England and Wales have marked a new era in which heterosexual couples can choose to have a civil partnership instead of a marriage.
The change, mandated by Britain’s Supreme Court last year, took effect Tuesday. The groundbreaking case had been brought by Rebecca Steinfeld and Charles Keidan, who were among the first to form a civil partnership under the new rules.
They were joined by their two children for the partnership formed at the Kensington and Chelsea Register Office in central London.
Steinfeld, 38, called it “a unique, special and personal moment for us” that had been “rooted in our desire to formalize our relationship in a more modern way, focus on equality and mutual respect.”

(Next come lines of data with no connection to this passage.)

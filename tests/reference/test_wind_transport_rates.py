"""Wind transport of snow: the threshold and the saltation rate against their sources.

SOURCES
* Li, L. & Pomeroy, J. W. (1997). Estimates of threshold wind speeds for snow transport using
  meteorological data. J. Appl. Meteorol. 36(3), 205-213. Dry-snow threshold 10 m wind
  U_10t = 9.43 + 0.18 T + 0.0033 T^2 (T in degC); observed dry-snow thresholds 4-11 m s-1,
  mean 7.7 m s-1; wet snow 7-14.5, mean 9.9 m s-1 (all recalled from memory [mem]).
* Pomeroy, J. W. & Gray, D. M. (1990). Saltation of snow. Water Resour. Res. 26(7),
  1583-1594: Q_salt = 0.68 rho u*t (u*^2 - u*t^2) / (g u*) [mem].
* Tabler, R. D. (1991). Snow transport as a function of wind speed and height. Proc. Cold
  Regions Engineering, ASCE, 729-738: total transport in the lowest 5 m over an unlimited
  fetch Q_T = U_10^3.8 / 233847 kg m-1 s-1 (recalled from memory [mem]) — an independent,
  measured relation that includes suspension, so saltation must stay below it.
* Liston et al. (2007), J. Glaciol. 53(181): u*t = 0.10 exp(0.003 rho) [mem].
"""

from __future__ import annotations

import numpy as np

from regionmap.constants import T_MELT_K
from regionmap.snow.wind_transport import (
    friction_velocity_neutral,
    saltation_transport_pomeroy_gray1990,
    threshold_ustar_density_liston2007,
    threshold_wind_li_pomeroy1997,
)


def test_dry_snow_threshold_li_pomeroy1997():
    # Li & Pomeroy (1997) [mem]: 9.43 m s-1 at 0 degC; the parabola's vertex at
    # T = -0.18 / (2 x 0.0033) = -27.3 degC, 6.97 m s-1 there
    assert abs(threshold_wind_li_pomeroy1997(T_MELT_K) - 9.43) < 0.005
    t = T_MELT_K + np.linspace(-40.0, 0.0, 401)
    u = np.array([threshold_wind_li_pomeroy1997(x) for x in t])
    assert abs(u.min() - 6.97) < 0.01
    assert abs(t[u.argmin()] - T_MELT_K + 27.3) < 0.15
    # every value inside the range of dry-snow thresholds they observed (4-11 m s-1) [mem],
    # and their mean dry-snow threshold (7.7 m s-1) reached in the cold half of the range
    assert u.min() > 4.0 and u.max() < 11.0
    assert np.any(np.abs(u - 7.7) < 0.05)


def test_saltation_zero_at_threshold_pomeroy_gray1990():
    # Pomeroy & Gray (1990): no saltation at or below the threshold friction velocity
    assert saltation_transport_pomeroy_gray1990(0.25, 0.25, 1.2) == 0.0
    assert saltation_transport_pomeroy_gray1990(0.2, 0.25, 1.2) == 0.0


def test_saltation_below_total_transport_tabler1991():
    # Tabler (1991) [mem]: measured total transport to 5 m (saltation + suspension) over a
    # long fetch, Q_T = U10^3.8 / 233847. Saltation alone must be a part of it, a smaller
    # part as the wind rises and suspension takes over (Pomeroy & Male 1992, J. Hydrol. 136,
    # 275-301 [mem]). Friction velocity of a neutral profile over z0 = 1 mm, threshold of
    # dry snow at -10 degC (Li & Pomeroy 1997).
    u10 = np.array([10.0, 12.5, 15.0, 20.0, 25.0])
    ustar_t = friction_velocity_neutral(threshold_wind_li_pomeroy1997(263.15), 10.0, 0.001)
    q_salt = np.array(
        [
            saltation_transport_pomeroy_gray1990(
                friction_velocity_neutral(u, 10.0, 0.001), ustar_t, 1.3
            )
            for u in u10
        ]
    )
    q_total = u10**3.8 / 233847.0
    share = q_salt / q_total
    assert np.all(share > 0.02) and np.all(share < 1.0)
    assert np.all(np.diff(share) < 0)


def test_bonding_raises_the_threshold_liston2007():
    # Liston et al. (2007) [mem]: u*t = 0.10 exp(0.003 rho): 0.135 m s-1 at 100 kg m-3,
    # 0.246 at 300 kg m-3 — within the 0.07-0.25 (fresh) to 0.25-1.0 (aged, bonded) ranges of
    # threshold friction velocity reviewed by Li & Pomeroy (1997) [mem]
    assert abs(threshold_ustar_density_liston2007(100.0) - 0.135) < 0.001
    assert abs(threshold_ustar_density_liston2007(300.0) - 0.246) < 0.001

The new rules means that mixed-sex couples can opt for a civil partnership that will give them similar rights as married couples, including marriage allowance tax relief, inheritance tax exemption, and joint parental responsibility for children.
It is expected to be an attractive option for couples who believe marriage gives men the upper hand and also by couples who don’t want any religious element in their union.
The Supreme Court ruling means that civil partnerships, which have been available to same-sex couples since 2005, will be available to everyone.
Advocates of the change argued successfully in court that to deny heterosexual couples the same options available to same-sex couples amounted to discrimination. Steinfeld and Keidan lost their bid in a lower court, but triumphed at the Supreme Court.
“Against all odds, we succeeded in a legal battle against the government and then, they did what we asked for all along,” said Keidan, 43.
He said the long legal battle had taken its toll on the couple’s mental health and strained their relationship.
Same-sex couples have been allowed to marry in England, Scotland and Wales since 2014. Same-sex marriages will be allowed for the first time in Northern Ireland early next year.